Records excerpted from a collection:

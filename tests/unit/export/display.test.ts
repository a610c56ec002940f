// The construction's display list: lines clipped to the view, points as dots, labels as given.
import { describe, expect, it } from 'vitest';
import { lineClip, constructionDisplayList } from '../../../src/export/display.ts';
import { constructionEvaluate } from '../../../src/construct/evaluate.ts';
import { constructionAdd, constructionEmpty } from '../../../src/construct/graph.ts';
import { seededUniform } from '../../../src/exact/random.ts';

const VIEW = { xmin: -4, xmax: 4, ymin: -3, ymax: 3, widthPx: 800, heightPx: 600 };

describe('lineClip', () => {
  it('clips y = x/2 + 1 to the view (table; values by hand)', () => {
    // x - 2y + 2 = 0 meets x = -4 at y = -1 and x = 4 at y = 3.
    const s = lineClip([1, -2, 2], VIEW)!;
    const ends = [[s[0], s[1]], [s[2], s[3]]].sort((a, b) => a[0] - b[0]);
    expect(ends[0][0]).toBeCloseTo(-4, 9);
    expect(ends[0][1]).toBeCloseTo(-1, 9);
    expect(ends[1][0]).toBeCloseTo(4, 9);
    expect(ends[1][1]).toBeCloseTo(3, 9);
  });
  it('gives null for a line that misses the view and for the line at infinity', () => {
    expect(lineClip([0, 1, -10], VIEW)).toBeNull();
    expect(lineClip([0, 0, 1], VIEW)).toBeNull();
  });
  it('keeps both ends on the border and on the line (seeded loop)', () => {
    const seed = 424242;
    const rand = seededUniform(seed);
    for (let k = 0; k < 200; k++) {
      const l: [number, number, number] = [rand() * 2 - 1, rand() * 2 - 1, (rand() * 2 - 1) * 4];
      const s = lineClip(l, VIEW);
      if (!s) continue;
      for (const [x, y] of [[s[0], s[1]], [s[2], s[3]]]) {
        const msg = `seed ${seed}, line ${l}`;
        expect(Math.abs(l[0] * x + l[1] * y + l[2]), msg).toBeLessThan(1e-9);
        const onBorder = Math.min(Math.abs(x - VIEW.xmin), Math.abs(x - VIEW.xmax), Math.abs(y - VIEW.ymin), Math.abs(y - VIEW.ymax));
        expect(onBorder, msg).toBeLessThan(1e-9);
      }
    }
  });
});

describe('constructionDisplayList', () => {
  it('draws curves, lines, points and labels of visible objects, checks never', () => {
    let doc = constructionEmpty();
    const add = (kind: string, parents: string[], params: Record<string, string>, label: string, style = {}) => {
      const r = constructionAdd(doc, { construction: { kind: kind as never, parents, params }, label, style });
      doc = r.doc;
      return r.id;
    };
    const e = add('curve-equation', [], { equation: 'y^2 = x^3 - x' }, 'E');
    const p = add('point-on-curve', [e], { at: '0:0:1' }, '<b>P</b>');
    const q = add('point-on-curve', [e], { at: '1:0:1' }, 'Q', { visible: false });
    add('line-through-two', [p, q], {}, 'axis');
    add('check-on-curve', [p, e], {}, 'check');
    const list = constructionDisplayList(doc, constructionEvaluate(doc), VIEW);
    const kinds = list.items.map((i) => `${i.kind}:${i.owner}`);
    expect(kinds.filter((k) => k.startsWith('polyline')).length).toBeGreaterThanOrEqual(2); // oval and unbounded branch
    expect(kinds).toContain(`dot:${p}`);
    expect(kinds).not.toContain(`dot:${q}`);
    expect(kinds.some((k) => k.startsWith('segment'))).toBe(true);
    expect(list.items.some((i) => i.kind === 'label' && i.text === '<b>P</b>')).toBe(true);
    expect(kinds.some((k) => k.endsWith(':k5'))).toBe(false);
    // labels come last, so they are drawn over everything
    const firstLabel = list.items.findIndex((i) => i.kind === 'label');
    expect(list.items.slice(firstLabel).every((i) => i.kind === 'label')).toBe(true);
    // every vertex of the traced curve is on the curve to drawing accuracy
    for (const it of list.items) {
      if (it.kind !== 'polyline') continue;
      for (let k = 0; k < it.points.length; k += 2) {
        const x = it.points[k];
        const y = it.points[k + 1];
        expect(Math.abs(y * y - (x * x * x - x))).toBeLessThan(0.05 * (1 + Math.abs(x) ** 3));
      }
    }
  });
});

-- Exercise aim --
Word for word, repeat each entry shown above.

-- Response to this exercise --
filename tests/unit/export/display.test.ts
repository a610c56ec002940f
// The construction's display list: lines clipped to the view, points as dots, labels as given.
import { describe, expect, it } from 'vitest';
import { lineClip, constructionDisplayList } from '../../../src/export/display.ts';
import { constructionEvaluate } from '../../../src/construct/evaluate.ts';
import { constructionAdd, constructionEmpty } from '../../../src/construct/graph.ts';
import { seededUniform } from '../../../src/exact/random.ts';

const VIEW = { xmin: -4, xmax: 4, ymin: -3, ymax: 3, widthPx: 800, heightPx: 600 };

describe('lineClip', () => {
  it('clips y = x/2 + 1 to the view (table; values by hand)', () => {
    // x - 2y + 2 = 0 meets x = -4 at y = -1 and x = 4 at y = 3.
    const s = lineClip([1, -2, 2], VIEW)!;
    const ends = [[s[0], s[1]], [s[2], s[3]]].sort((a, b) => a[0] - b[0]);
    expect(ends[0][0]).toBeCloseTo(-4, 9);
    expect(ends[0][1]).toBeCloseTo(-1, 9);
    expect(ends[1][0]).toBeCloseTo(4, 9);
    expect(ends[1][1]).toBeCloseTo(3, 9);
  });
  it('gives null for a line that misses the view and for the line at infinity', () => {
    expect(lineClip([0, 1, -10], VIEW)).toBeNull();
    expect(lineClip([0, 0, 1], VIEW)).toBeNull();
  });
  it('keeps both ends on the border and on the line (seeded loop)', () => {
    const seed = 424242;
    const rand = seededUniform(seed);
    for (let k = 0; k < 200; k++) {
      const l: [number, number, number] = [rand() * 2 - 1, rand() * 2 - 1, (rand() * 2 - 1) * 4];
      const s = lineClip(l, VIEW);
      if (!s) continue;
      for (const [x, y] of [[s[0], s[1]], [s[2], s[3]]]) {
        const msg = `seed ${seed}, line ${l}`;
        expect(Math.abs(l[0] * x + l[1] * y + l[2]), msg).toBeLessThan(1e-9);
        const onBorder = Math.min(Math.abs(x - VIEW.xmin), Math.abs(x - VIEW.xmax), Math.abs(y - VIEW.ymin), Math.abs(y - VIEW.ymax));
        expect(onBorder, msg).toBeLessThan(1e-9);
      }
    }
  });
});

describe('constructionDisplayList', () => {
  it('draws curves, lines, points and labels of visible objects, checks never', () => {
    let doc = constructionEmpty();
    const add = (kind: string, parents: string[], params: Record<string, string>, label: string, style = {}) => {
      const r = constructionAdd(doc, { construction: { kind: kind as never, parents, params }, label, style });
      doc = r.doc;
      return r.id;
    };
    const e = add('curve-equation', [], { equation: 'y^2 = x^3 - x' }, 'E');
    const p = add('point-on-curve', [e], { at: '0:0:1' }, '<b>P</b>');
    const q = add('point-on-curve', [e], { at: '1:0:1' }, 'Q', { visible: false });
    add('line-through-two', [p, q], {}, 'axis');
    add('check-on-curve', [p, e], {}, 'check');
    const list = constructionDisplayList(doc, constructionEvaluate(doc), VIEW);
    const kinds = list.items.map((i) => `${i.kind}:${i.owner}`);
    expect(kinds.filter((k) => k.startsWith('polyline')).length).toBeGreaterThanOrEqual(2); // oval and unbounded branch
    expect(kinds).toContain(`dot:${p}`);
    expect(kinds).not.toContain(`dot:${q}`);
    expect(kinds.some((k) => k.startsWith('segment'))).toBe(true);
    expect(list.items.some((i) => i.kind === 'label' && i.text === '<b>P</b>')).toBe(true);
    expect(kinds.some((k) => k.endsWith(':k5'))).toBe(false);
    // labels come last, so they are drawn over everything
    const firstLabel = list.items.findIndex((i) => i.kind === 'label');
    expect(list.items.slice(firstLabel).every((i) => i.kind === 'label')).toBe(true);
    // every vertex of the traced curve is on the curve to drawing accuracy
    for (const it of list.items) {
      if (it.kind !== 'polyline') continue;
      for (let k = 0; k < it.points.length; k += 2) {
        const x = it.points[k];
        const y = it.points[k + 1];
        expect(Math.abs(y * y - (x * x * x - x))).toBeLessThan(0.05 * (1 + Math.abs(x) ** 3));
      }
    }
  });
});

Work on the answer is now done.